DATA UNDER STUDY section start

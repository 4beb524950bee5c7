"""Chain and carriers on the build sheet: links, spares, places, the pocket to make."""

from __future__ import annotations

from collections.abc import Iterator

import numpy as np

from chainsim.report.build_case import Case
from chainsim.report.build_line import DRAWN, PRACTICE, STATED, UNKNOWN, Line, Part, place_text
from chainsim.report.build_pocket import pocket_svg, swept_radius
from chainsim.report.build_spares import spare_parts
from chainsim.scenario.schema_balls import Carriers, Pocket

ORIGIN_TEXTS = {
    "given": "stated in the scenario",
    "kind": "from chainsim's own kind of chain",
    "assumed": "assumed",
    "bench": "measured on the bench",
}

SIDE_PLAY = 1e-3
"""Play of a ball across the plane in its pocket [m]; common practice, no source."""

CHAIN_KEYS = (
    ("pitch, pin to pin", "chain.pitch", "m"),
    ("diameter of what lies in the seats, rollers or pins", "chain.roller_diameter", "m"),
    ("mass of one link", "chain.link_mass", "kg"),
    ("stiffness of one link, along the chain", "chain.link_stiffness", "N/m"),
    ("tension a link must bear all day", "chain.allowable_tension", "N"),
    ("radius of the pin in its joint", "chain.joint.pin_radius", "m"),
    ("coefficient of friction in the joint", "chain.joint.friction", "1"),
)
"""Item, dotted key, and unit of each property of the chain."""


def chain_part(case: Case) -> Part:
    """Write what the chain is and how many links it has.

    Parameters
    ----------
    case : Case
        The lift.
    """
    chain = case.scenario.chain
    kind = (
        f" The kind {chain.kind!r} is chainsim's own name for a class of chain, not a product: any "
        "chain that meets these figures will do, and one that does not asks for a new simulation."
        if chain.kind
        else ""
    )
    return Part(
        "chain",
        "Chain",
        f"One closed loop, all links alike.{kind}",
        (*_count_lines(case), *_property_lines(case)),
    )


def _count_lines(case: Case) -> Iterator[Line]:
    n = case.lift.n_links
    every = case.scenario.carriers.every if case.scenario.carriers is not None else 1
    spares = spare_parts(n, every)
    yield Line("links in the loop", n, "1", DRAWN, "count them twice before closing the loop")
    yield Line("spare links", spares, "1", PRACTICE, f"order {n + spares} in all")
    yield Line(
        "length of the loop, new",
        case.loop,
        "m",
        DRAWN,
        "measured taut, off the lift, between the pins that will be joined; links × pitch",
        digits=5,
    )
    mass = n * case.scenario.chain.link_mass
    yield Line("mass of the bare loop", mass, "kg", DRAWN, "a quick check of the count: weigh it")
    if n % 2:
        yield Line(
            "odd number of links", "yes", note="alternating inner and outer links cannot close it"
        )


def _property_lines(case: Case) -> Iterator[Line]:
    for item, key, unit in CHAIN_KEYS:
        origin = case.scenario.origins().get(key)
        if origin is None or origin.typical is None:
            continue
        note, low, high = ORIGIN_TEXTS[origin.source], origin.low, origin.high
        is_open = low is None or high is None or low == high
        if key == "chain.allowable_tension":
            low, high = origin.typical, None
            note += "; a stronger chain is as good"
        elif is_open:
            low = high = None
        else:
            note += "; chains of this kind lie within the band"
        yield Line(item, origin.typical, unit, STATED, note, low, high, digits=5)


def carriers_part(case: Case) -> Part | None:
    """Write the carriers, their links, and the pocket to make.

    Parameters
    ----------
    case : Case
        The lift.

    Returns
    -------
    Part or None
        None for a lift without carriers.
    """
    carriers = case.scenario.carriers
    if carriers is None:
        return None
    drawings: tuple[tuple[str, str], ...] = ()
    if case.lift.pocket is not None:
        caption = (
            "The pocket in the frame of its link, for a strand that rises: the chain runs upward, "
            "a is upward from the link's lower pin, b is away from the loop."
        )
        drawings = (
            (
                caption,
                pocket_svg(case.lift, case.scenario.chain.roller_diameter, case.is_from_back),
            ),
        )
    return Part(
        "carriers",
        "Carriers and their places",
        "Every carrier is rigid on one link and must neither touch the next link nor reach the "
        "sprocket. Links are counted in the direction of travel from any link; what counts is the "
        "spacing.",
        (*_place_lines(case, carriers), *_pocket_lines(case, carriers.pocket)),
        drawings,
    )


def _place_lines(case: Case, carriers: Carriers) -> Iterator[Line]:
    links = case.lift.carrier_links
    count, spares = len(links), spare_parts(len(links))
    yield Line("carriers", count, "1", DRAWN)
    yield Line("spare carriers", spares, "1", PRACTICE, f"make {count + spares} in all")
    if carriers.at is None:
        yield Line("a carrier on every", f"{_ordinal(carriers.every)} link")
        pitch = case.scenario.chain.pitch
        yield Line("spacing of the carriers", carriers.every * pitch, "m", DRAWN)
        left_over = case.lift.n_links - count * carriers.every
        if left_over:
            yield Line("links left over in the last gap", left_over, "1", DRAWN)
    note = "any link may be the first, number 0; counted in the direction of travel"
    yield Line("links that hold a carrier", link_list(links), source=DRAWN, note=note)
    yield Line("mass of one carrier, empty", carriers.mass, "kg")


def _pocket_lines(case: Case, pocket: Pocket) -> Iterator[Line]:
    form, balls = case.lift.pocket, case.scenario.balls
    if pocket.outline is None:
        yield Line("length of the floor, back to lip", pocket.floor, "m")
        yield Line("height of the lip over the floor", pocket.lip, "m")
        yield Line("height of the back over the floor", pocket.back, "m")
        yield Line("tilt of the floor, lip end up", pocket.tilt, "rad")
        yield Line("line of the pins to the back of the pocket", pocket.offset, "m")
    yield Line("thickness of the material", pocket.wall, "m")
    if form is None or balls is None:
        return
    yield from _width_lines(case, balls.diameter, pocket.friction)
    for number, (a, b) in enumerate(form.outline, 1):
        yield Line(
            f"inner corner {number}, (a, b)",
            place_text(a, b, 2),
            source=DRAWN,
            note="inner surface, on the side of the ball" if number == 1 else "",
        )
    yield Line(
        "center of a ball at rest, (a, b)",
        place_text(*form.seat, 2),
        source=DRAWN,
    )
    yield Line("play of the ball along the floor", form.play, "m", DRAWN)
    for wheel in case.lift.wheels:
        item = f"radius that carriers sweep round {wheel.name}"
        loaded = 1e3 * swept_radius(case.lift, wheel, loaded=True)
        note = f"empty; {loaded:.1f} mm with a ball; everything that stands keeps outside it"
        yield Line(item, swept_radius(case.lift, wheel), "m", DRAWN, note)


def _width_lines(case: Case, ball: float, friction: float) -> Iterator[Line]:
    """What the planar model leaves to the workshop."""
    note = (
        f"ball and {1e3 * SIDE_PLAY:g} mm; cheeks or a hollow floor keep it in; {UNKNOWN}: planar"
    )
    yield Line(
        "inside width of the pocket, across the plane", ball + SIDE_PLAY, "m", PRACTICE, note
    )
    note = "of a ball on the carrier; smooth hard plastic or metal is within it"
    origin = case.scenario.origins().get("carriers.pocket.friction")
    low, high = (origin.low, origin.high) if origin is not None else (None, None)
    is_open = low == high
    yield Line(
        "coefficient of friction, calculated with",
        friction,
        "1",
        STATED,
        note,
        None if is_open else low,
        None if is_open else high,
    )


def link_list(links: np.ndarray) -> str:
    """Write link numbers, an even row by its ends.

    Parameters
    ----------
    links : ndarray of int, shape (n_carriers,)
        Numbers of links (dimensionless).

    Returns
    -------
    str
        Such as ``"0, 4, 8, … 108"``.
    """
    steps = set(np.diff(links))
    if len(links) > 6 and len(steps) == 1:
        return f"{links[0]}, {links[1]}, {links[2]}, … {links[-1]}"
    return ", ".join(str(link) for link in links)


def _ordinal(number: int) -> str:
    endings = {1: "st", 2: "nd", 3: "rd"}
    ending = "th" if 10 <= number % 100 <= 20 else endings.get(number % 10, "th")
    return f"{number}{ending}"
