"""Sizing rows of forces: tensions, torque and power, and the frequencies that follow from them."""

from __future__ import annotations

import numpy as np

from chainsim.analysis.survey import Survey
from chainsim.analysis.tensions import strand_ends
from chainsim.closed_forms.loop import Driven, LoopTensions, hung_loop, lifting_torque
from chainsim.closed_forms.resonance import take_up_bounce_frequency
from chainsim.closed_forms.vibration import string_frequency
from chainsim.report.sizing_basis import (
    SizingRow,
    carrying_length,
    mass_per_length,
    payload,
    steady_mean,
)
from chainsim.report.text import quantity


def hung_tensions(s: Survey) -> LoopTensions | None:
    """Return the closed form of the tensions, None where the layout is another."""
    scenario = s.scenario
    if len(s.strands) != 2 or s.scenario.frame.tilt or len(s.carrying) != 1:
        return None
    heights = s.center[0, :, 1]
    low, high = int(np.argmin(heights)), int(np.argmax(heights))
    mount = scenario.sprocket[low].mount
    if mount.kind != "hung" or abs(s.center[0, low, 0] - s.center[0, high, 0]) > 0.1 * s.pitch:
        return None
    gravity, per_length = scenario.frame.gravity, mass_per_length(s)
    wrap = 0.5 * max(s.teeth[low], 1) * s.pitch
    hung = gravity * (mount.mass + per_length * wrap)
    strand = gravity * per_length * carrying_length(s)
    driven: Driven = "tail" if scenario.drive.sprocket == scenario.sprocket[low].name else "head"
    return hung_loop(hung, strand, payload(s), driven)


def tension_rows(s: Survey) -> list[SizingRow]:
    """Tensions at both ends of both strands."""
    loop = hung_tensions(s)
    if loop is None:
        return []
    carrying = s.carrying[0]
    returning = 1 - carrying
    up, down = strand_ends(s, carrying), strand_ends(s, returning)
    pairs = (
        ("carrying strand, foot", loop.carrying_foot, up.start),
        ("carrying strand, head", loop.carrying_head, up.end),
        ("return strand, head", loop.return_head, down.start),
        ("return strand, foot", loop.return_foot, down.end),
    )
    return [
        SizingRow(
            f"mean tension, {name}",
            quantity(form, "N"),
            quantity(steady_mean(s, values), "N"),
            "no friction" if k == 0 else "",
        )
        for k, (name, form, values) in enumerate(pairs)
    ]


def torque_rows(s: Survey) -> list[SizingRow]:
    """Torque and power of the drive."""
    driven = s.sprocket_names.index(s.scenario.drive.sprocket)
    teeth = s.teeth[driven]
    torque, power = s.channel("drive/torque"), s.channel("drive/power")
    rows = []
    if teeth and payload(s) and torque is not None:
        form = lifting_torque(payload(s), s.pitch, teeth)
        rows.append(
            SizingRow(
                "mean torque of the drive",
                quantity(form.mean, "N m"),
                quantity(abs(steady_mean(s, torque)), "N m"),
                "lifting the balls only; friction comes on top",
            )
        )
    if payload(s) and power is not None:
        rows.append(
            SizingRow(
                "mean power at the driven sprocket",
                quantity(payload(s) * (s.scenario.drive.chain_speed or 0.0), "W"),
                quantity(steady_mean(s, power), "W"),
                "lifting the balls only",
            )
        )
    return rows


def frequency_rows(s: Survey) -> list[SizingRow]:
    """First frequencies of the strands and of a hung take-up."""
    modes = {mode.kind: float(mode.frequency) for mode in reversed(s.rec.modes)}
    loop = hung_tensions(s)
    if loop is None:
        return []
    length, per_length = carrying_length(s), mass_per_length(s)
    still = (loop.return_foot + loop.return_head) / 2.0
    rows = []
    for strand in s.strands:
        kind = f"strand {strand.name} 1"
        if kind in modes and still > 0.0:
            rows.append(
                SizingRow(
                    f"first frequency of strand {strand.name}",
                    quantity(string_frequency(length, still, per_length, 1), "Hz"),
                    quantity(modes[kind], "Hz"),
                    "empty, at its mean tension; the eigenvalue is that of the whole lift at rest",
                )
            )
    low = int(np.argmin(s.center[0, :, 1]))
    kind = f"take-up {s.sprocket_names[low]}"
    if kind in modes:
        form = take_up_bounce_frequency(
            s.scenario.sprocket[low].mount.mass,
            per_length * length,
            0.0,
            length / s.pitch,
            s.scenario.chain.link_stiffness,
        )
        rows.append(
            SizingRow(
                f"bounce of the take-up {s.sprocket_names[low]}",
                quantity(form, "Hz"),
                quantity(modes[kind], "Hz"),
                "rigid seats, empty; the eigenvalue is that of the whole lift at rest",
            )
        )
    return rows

DATA UNDER STUDY section end

In the data above, repeat exactly each line from the first through the line that contains "a link must", and give nothing else.

repository 4beb524950bee5c7
"""Chain and carriers on the build sheet: links, spares, places, the pocket to make."""

from __future__ import annotations

from collections.abc import Iterator

import numpy as np

from chainsim.report.build_case import Case
from chainsim.report.build_line import DRAWN, PRACTICE, STATED, UNKNOWN, Line, Part, place_text
from chainsim.report.build_pocket import pocket_svg, swept_radius
from chainsim.report.build_spares import spare_parts
from chainsim.scenario.schema_balls import Carriers, Pocket

ORIGIN_TEXTS = {
    "given": "stated in the scenario",
    "kind": "from chainsim's own kind of chain",
    "assumed": "assumed",
    "bench": "measured on the bench",
}

SIDE_PLAY = 1e-3
"""Play of a ball across the plane in its pocket [m]; common practice, no source."""

CHAIN_KEYS = (
    ("pitch, pin to pin", "chain.pitch", "m"),
    ("diameter of what lies in the seats, rollers or pins", "chain.roller_diameter", "m"),
    ("mass of one link", "chain.link_mass", "kg"),
    ("stiffness of one link, along the chain", "chain.link_stiffness", "N/m"),
    ("tension a link must bear all day", "chain.allowable_tension", "N"),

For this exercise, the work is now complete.